March 1, 2021 · 2 Comments

Bitcoin Mining

My Twitter feed (among the type of accounts I follow) is filled with chatter about NFTs, those “non-fungible tokens” that are all the rage among music’s early adopter set. NFTs, as defined here, are digital representations of art (visual, audio, etc.). Though the art itself isn’t exclusive, ownership of the NFT can be.
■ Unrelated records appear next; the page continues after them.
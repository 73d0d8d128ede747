// Drills — choose a drill, run it, see each result at once, and the history.
//
//   ┌ Drills ────────────┬ now: the target, the countdown, the lane (holds);  ┐
//   │ one entry per      │      the question and the answer buttons (ear)     │
//   │ built-in drill:    ├ last attempt: the result in words and its trace    │
//   │ title, about       │      against the target line and the band          │
//   │ [Start] [Stop]     │                                                    │
//   ├ history (ui/screens/drill_chart.h): mean deviation per target per day, small  ┤
//   │ plots; the ear threshold per day for ear drills                         │
//   └──────────────────────────────────────────────────────────────────────────┘
// The runner (ui/session/drill_runner.h) keeps the time: for holds the engine's
// stream time (the readings' clock), so the demo performer and a snapshot
// follow the same schedule; for ear questions the frames' clock. Attempts go
// to the practice log through a LogWriter on this (the screen's) thread;
// when it cannot write, a one-line warning stays across the top until they
// are saved, and the drill goes on. The history panel reads the log with the
// queries `beatless history` uses (ui/session/log_summary.h), once per saved attempt and
// when another drill is chosen. Leaving the screen stops a drill (a hold not
// yet over is dropped). With two voices (--voices 2, or V on the Practice screen) a hold drill scores the
// interval of a double stop: the now panel shows the Practice screen's two-voice lane and voices
// (ui/screens/practice_duo.h) against the hold's target, and the runner is fed the two-voice frames.
//
// Index: [state] [run] [now panel] [attempt panel] [left column] [screen]
#include "pitch/base/error.h"
#include "pitch/base/text.h"
#include "pitch/theory/notes.h"
#include "ui/screens/drill_chart.h"
#include "ui/screens/lane.h"
#include "ui/screens/palette.h"
#include "ui/screens/practice_duo.h"
#include "ui/screens/screen.h"
#include "ui/screens/widgets.h"
#include "ui/session/drill_runner.h"
#include "ui/session/listener_model.h"
#include "ui/session/log_writer.h"
#include "ui/session/paths.h"
#include "ui/session/target_files.h"

#define GLFW_INCLUDE_NONE
#include <GLFW/glfw3.h>  // key codes only

#include <algorithm>
#include <chrono>
#include <cmath>
#include <cstdio>
#include <cstring>
#include <filesystem>
#include <map>
#include <memory>
#include <string>
#include <vector>

namespace beatless::ui {

namespace {

// ---------------------------------------------------------------------------
// [SECTION] State
// ---------------------------------------------------------------------------

constexpr double kRetryEveryS = 10.0;  // unsaved attempts: try the log again this often
constexpr double kAwayS = 0.5;         // no frame of this screen for this long: it was left

ImVec4 v4(std::uint32_t c) { return ImGui::ColorConvertU32ToFloat4(c); }

// The voices a drill is run and its history read with: a hold drill scores the interval of two voices while the two-
// voice mode is on (V on the Practice screen); an ear drill has one.
int drill_voices(const Drill& d, const AppState& app) { return d.mode == DrillMode::hold && app.two_voices() ? 2 : 1; }

constexpr KeyHelp kDrillKeys[] = {
    {"Enter", "start the chosen drill (again)"},
    {"S", "stop the drill"},
    {"1 .. 9", "ear drills: answer (the first, the second; or the interval's number)"},
    {"PgUp / PgDn", "choose the drill above / below"},
    {"Lane", "during a hold: your pitch; the green window is the drill's tolerance"},
};

class DrillsScreen final : public Screen {
public:
    ~DrillsScreen() override {
        // Closing the program: one more try, then nothing kept in memory is lost.
        if (!writer_ || writer_->pending() == 0) return;
        const SaveResult r = writer_->retry();
        if (r.pending > 0)
            std::fprintf(stderr, "beatless: %s\n", keep_unsaved(*writer_, log_warning_line(log_path_, r)).c_str());
    }
    ScreenId id() const override { return ScreenId::drills; }
    std::span<const KeyHelp> keys() const override { return kDrillKeys; }
    void build(AppState& app, const ScreenArea& area, double dt_s) override;
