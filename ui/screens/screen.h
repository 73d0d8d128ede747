// Screens — the framework every screen plugs into (Screen), and the deck that runs them.
// Method: one class per screen in its own file, listed in tab order by make_screens(); the deck draws what every
// screen shares, all with Dear ImGui in the colours of ui/screens/palette.h. Detail: DEVELOPERS.md.
// Thread: the UI thread. Allocates: yes (never on an audio path).
#pragma once

#include "ui/session/app_state.h"
#include "ui/session/screen_id.h"

#include <imgui.h>

#include <cmath>
#include <memory>
#include <span>
#include <string>
#include <string_view>
#include <vector>

namespace beatless::ui {

struct ScreenArea {
    ImVec2 pos;   // top-left, pixels
    ImVec2 size;  // width, height in pixels
};

// A screen's one panel: an undecorated, fixed window over `area` with this
// padding; the mouse wheel scrolls it only when asked. Returns its draw list;
// end_screen_panel() closes it.
ImDrawList* begin_screen_panel(const char* id, const ScreenArea& area, ImVec2 padding = ImVec2(0, 0),
                               bool wheel_scrolls = false);
void end_screen_panel();

struct KeyHelp {
    std::string_view keys;  // "Space"
    std::string_view what;  // "start or stop the drone"
};

// What the status bar shows: the deck fills it from the Practice engine
// unless the current screen has an input of its own (the Ensemble screen).
struct StatusView {
    std::string input;
    double level_dbfs = -INFINITY;
    bool clipped = false;
    unsigned long long overflows = 0;  // ring overflows + device overflows and underflows
    double latency_s = 0.0;            // 0 when unknown
    bool input_lost = false;           // the input device stopped; the engine tries to rejoin it every second
};

// True when a running engine's device input has stopped delivering audio.
inline bool input_lost(const audio::LiveStatus& st, bool running) {
    return running && st.input == audio::InputKind::device && !st.input_ok && !st.finished;
}

class Screen {
public:
    virtual ~Screen() = default;
    virtual ScreenId id() const = 0;
    // Builds the screen into `area` (between ImGui::NewFrame and Render).
    virtual void build(AppState& app, const ScreenArea& area, double dt_s) = 0;
    // Keys of this screen only, for the help overlay (the deck lists the global ones).
    virtual std::span<const KeyHelp> keys() const { return {}; }
    // The status bar's figures when this screen listens to an input of its
    // own; false to show the Practice engine's.
    virtual bool status(const AppState&, StatusView&) const { return false; }
    // Called when the deck moves to another screen (release what only this
    // screen uses, such as its own engine).
    virtual void left(AppState&) {}
};

std::unique_ptr<Screen> make_practice_screen();
std::unique_ptr<Screen> make_ensemble_screen();
std::unique_ptr<Screen> make_drills_screen();
std::unique_ptr<Screen> make_settings_screen();

// The built screens in tab order.
std::vector<std::unique_ptr<Screen>> make_screens();
// Keys of the built screens, for --screen checks and messages: "practice, settings".
std::vector<ScreenId> built_screens();
std::string built_screen_keys();

class ScreenDeck {
public:
    explicit ScreenDeck(AppState& app);
    ~ScreenDeck();

    void show(ScreenId id);  // ignored when that screen is not built
    ScreenId current() const { return screens_[current_]->id(); }
    bool help_open() const { return help_; }
    void set_help(bool open) { help_ = open; }

    // Builds one whole frame: keys, style, bars, the current screen, overlays.
    void build_frame(double dt_s);

private:
    void switch_to(std::size_t index);  // leaves the current screen first
    void apply_style();
    void handle_keys();
    void tab_bar(float height);
    void caution_banner(const ImVec2& pos, float width, float& height_out);
    void status_bar(const ImVec2& pos, float width, float height);
    void record_control(const ImVec2& pos, float width, float height, float free_x);
    void messages(const ImVec2& bottom_left, float width);
    float messages_height() const;  // rows the messages take above the status bar (0 without any)
    void help_overlay();

    AppState& app_;
    std::vector<std::unique_ptr<Screen>> screens_;
    std::size_t current_ = 0;
    bool help_ = false;
    bool was_lost_ = false;        // the status bar's input was lost at the last frame
    double rejoined_at_s_ = -1e9;  // when it came back (the bar says so for kRejoinedShownS)
};

// A device chooser for the screens (Settings, Ensemble): the devices with
// inputs (or outputs), listed again every few seconds, shown in a combo with
// "system default" first; show_channels adds each one's channel count.
class DevicePicker {
public:
    // Returns true and sets `chosen` ("" = the system default) when one is picked.
    bool combo(AppState& app, const char* id, const std::string& current, const std::string& shown, bool input,
               bool show_channels, std::string& chosen);

private:
    std::vector<audio::DeviceInfo> devices_;
    double listed_at_s_ = -1e9;
};

// The hearing caution's text (the banner and the Settings screen).
const char* caution_text();

// Height of the caution banner and widths of shared widgets follow this unit:
// the body font's pixel size.
float ui_unit();

}  // namespace beatless::ui
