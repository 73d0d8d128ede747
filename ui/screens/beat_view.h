// BeatView — draws a BeatPulse's history as the scrolling envelope of the
// two coinciding partials' sum (ui/session/beat_pulse.h): one column per pixel, the
// newest at the right, a tick under each null (one beat), a steady dense band
// for rates heard as roughness, nothing where no beat was known (silence).
// Thread: the screens' thread.
#pragma once

#include "ui/session/beat_pulse.h"

#include <imgui.h>

#include <cstdint>

namespace beatless::ui {

struct BeatViewStyle {
    double span_s = 4.0;           // seconds across the view (default 4)
    std::uint32_t background = 0;  // 0: no background
    std::uint32_t envelope = 0;    // the lobes' colour
    std::uint32_t tick = 0;        // the null marks' colour; 0: none
    float tick_h = 0.0f;           // their height in pixels
};

void draw_beat_view(ImDrawList* dl, const BeatPulse& p, ImVec2 p0, ImVec2 p1, const BeatViewStyle& style);

}  // namespace beatless::ui
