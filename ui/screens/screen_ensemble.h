// The Ensemble screen's view — what its last frame showed, as plain data:
// per card the one verdict and the words, colour and ratio it was drawn
// with; the chord table's rows; and the box of every piece of text drawn
// (its panel's box beside it). Tests read it to check that a card agrees
// with its table row and that no text overlaps another or leaves its panel.
// Thread: the control thread (the frame loop); valid after the screen's
// build() and until the next one.
#pragma once

#include "ui/screens/screen.h"

#include <cmath>
#include <cstdint>
#include <string>
#include <vector>

namespace beatless::ui {

struct ViewBox {
    float x0 = 0, y0 = 0, x1 = 0, y1 = 0;  // pixels, x1/y1 exclusive
};

enum class CardState { no_input, resting, silent, copy, other_note, sounding };

struct EnsembleCardView {
    std::string name;   // as drawn (may end in an ellipsis)
    std::string ratio;  // the chord voice's ratio, written as the table writes it
    int octaves = 0;    // the octave the player sings it in (0 = the table's)
    CardState state = CardState::no_input;
    double dev_cents = NAN;    // the verdict: vibrato centre under the reference; NaN unless sounding
    std::string number;        // the verdict as drawn ("+5")
    std::string word;          // "in tune", "sharp", "flat", "resting", "silent" ...
    std::uint32_t colour = 0;  // the number's and the word's colour
    std::string last;          // "last: +5 c" after the player stops; empty otherwise
    ViewBox box;
};

struct EnsembleRowView {
    std::string ratio;  // "3/2"
    std::string note;   // spelled as `beatless chord` spells it
    std::string who;    // "A, T +1 oct"
};

struct EnsembleTextView {
    std::string text;
    ViewBox box;    // the text's own box
    ViewBox panel;  // the panel it belongs in
};

struct EnsembleView {
    std::vector<EnsembleCardView> cards;  // in player order
    std::vector<EnsembleRowView> rows;    // the table's rows shown, top voice first
    int rows_hidden = 0;                  // voices summed up as "+N more"
    bool legend = false;                  // the beat icons' legend was drawn
    std::vector<EnsembleTextView> texts;
};

// The view of an Ensemble screen (make_ensemble_screen()); nullptr for another screen.
const EnsembleView* ensemble_view(const Screen& screen);

}  // namespace beatless::ui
Ownership is tracked and verified on the blockchain. 

We can look at this as similar to buying a skin or virtual item in a video game — a digital totem that broadcasts status within the game. Likewise, an NFT would elevate an owner’s status among an artist’s community of fans. The buyer of an NFT might also simply want to support the artist as a patron as NFTs, often auctioned, can have large pay-outs. Or, an owner could hope to turn a profit — one can resell an NFT at a higher price, adding a speculative aspect.

That’s probably a naïve explanation of what’s going on here. I’m hardly an expert or crypto-savvy. But what I do know doesn’t leave me bullish on the mass adoption of NFTs. It’s not the digital-ness that throws me off. I’m fascinated by the potential of intangibility and decentralization. However, I see NFTs, in their present execution, amplifying some age-old problems within the music industry.

News of NFTs reaping multi-thousand dollar sales makes them enticing to artists. This model seems a solution for those struggling under the streaming economy, as a single NFT sale could pay more than millions of streams. And plenty of unknown-to-me musicians have recently done well with NFTs, boosting the platform’s independent-friendly appeal. However, as many hopeful emerging artists learned through failed Kickstarter campaigns, the success of an artist’s NFT will depend on the size (and intensity) of a pre-existing fanbase. And as soon as known and established artists catch on, it’s likely music’s 1% will dominate, just as they do on Spotify. 

There’s also the inherent class-separation of fans able to participate. It will get easier to create and bid on NFTs (right now, you’ve got to be technically in-the-know), but those strapped for cash will continue to be left out. I realize patronage has always existed in the arts — the rich funding culture — but we should examine how this tradition’s preservation is not exactly a radical move forward.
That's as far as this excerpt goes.